** Opening Material for this task block **

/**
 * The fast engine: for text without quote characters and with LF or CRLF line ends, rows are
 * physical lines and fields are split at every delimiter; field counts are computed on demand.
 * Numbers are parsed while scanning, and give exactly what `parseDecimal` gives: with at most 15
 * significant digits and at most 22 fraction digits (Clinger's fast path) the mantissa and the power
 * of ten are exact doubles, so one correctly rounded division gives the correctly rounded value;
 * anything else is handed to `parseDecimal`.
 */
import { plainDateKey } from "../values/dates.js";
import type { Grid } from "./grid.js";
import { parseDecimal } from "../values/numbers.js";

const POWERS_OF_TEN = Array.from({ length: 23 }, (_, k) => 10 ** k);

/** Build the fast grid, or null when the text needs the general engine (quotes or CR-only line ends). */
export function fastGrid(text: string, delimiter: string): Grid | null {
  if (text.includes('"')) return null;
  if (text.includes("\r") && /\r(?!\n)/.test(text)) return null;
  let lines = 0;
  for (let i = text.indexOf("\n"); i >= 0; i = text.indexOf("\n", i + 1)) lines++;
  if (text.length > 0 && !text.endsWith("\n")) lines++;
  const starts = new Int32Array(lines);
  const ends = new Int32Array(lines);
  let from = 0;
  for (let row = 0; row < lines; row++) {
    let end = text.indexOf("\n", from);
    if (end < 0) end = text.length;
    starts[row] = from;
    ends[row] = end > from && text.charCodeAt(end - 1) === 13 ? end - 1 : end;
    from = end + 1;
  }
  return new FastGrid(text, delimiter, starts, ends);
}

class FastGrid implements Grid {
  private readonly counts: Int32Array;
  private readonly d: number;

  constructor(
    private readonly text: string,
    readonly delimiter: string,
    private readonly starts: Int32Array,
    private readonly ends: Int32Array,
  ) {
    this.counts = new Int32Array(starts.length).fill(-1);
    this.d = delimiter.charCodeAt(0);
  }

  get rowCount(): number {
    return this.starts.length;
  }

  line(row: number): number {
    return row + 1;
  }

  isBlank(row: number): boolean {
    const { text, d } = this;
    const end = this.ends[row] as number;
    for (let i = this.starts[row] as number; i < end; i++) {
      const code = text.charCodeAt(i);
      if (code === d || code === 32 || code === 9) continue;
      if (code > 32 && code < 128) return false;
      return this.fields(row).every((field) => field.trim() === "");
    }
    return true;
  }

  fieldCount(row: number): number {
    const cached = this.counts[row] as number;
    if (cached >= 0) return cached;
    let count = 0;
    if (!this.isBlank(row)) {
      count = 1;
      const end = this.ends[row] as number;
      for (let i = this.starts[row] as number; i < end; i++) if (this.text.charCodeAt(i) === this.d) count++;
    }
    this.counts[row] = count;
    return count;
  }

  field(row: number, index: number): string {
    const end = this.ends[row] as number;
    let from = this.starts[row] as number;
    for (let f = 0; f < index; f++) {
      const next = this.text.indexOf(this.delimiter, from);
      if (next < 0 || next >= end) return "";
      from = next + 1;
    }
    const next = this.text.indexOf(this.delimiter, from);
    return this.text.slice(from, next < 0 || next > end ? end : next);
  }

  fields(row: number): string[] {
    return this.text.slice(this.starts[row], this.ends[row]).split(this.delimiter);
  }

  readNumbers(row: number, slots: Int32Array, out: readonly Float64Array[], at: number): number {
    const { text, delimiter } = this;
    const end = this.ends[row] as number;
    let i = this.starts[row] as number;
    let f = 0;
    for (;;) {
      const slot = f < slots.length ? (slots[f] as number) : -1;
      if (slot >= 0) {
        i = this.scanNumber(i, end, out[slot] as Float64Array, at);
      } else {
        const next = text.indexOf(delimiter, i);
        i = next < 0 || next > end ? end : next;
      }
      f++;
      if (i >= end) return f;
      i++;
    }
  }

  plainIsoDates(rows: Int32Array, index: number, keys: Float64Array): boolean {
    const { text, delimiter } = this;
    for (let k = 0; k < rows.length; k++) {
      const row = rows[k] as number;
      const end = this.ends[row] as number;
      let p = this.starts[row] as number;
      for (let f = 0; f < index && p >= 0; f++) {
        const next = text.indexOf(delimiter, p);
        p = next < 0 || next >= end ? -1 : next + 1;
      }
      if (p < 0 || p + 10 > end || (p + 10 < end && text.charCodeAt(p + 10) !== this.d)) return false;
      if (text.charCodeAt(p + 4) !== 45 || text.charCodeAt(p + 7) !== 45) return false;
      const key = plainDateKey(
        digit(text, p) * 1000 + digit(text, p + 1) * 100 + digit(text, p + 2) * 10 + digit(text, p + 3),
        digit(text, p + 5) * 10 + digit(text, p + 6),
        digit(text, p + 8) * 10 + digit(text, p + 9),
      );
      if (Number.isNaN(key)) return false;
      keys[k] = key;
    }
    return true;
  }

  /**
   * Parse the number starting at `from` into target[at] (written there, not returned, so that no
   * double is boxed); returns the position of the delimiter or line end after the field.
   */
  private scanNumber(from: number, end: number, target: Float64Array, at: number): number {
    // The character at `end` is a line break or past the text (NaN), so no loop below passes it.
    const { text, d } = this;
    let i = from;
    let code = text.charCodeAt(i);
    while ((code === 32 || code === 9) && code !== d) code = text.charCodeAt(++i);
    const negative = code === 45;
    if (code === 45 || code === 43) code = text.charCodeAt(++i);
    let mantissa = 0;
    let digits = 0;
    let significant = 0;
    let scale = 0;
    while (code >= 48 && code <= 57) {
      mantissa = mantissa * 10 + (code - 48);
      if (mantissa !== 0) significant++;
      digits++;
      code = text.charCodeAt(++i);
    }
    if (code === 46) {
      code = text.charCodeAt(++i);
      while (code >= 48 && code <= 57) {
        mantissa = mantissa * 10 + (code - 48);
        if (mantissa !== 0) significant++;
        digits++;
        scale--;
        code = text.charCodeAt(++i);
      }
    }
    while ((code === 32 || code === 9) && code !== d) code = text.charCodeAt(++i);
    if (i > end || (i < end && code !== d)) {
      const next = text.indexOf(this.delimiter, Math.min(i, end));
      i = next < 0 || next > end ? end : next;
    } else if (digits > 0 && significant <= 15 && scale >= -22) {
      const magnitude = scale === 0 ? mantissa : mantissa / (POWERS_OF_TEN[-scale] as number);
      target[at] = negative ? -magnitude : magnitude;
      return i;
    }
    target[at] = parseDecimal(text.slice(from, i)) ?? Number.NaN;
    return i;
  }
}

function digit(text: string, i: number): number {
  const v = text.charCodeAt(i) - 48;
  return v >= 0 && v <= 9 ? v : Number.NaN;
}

** Closing Material for this task block **
** Opening Material for this task block **

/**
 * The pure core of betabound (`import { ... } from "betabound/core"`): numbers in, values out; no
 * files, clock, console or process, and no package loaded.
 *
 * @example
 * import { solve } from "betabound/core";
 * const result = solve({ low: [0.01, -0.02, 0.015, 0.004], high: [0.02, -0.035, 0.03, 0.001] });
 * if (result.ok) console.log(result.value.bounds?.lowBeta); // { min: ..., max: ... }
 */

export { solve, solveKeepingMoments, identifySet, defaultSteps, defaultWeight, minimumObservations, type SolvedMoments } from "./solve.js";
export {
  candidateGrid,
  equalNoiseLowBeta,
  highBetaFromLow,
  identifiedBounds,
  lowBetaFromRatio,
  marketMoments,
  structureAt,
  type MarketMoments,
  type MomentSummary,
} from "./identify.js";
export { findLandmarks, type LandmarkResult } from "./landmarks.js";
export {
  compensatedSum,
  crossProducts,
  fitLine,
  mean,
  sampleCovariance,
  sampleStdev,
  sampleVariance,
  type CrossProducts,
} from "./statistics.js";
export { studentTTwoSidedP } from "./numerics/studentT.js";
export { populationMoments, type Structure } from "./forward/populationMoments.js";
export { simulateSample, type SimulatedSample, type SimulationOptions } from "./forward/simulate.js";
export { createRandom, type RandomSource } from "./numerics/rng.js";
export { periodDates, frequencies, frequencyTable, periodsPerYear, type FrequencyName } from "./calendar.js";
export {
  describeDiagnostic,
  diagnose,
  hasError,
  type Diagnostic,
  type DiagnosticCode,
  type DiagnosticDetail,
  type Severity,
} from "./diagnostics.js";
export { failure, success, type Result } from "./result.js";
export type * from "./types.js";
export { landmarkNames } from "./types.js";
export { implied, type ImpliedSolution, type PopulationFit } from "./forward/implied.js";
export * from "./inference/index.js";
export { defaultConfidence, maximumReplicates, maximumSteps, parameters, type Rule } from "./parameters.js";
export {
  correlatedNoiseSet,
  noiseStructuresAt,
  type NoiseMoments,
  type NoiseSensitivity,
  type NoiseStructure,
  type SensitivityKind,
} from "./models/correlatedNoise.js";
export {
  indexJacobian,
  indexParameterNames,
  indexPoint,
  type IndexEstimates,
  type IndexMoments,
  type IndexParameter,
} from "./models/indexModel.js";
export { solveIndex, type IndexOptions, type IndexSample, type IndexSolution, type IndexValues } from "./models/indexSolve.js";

** Closing Material for this task block **

→ **Task to complete**: The expected output is one number, the tally of lines above containing "while".

→ **Task output**: 5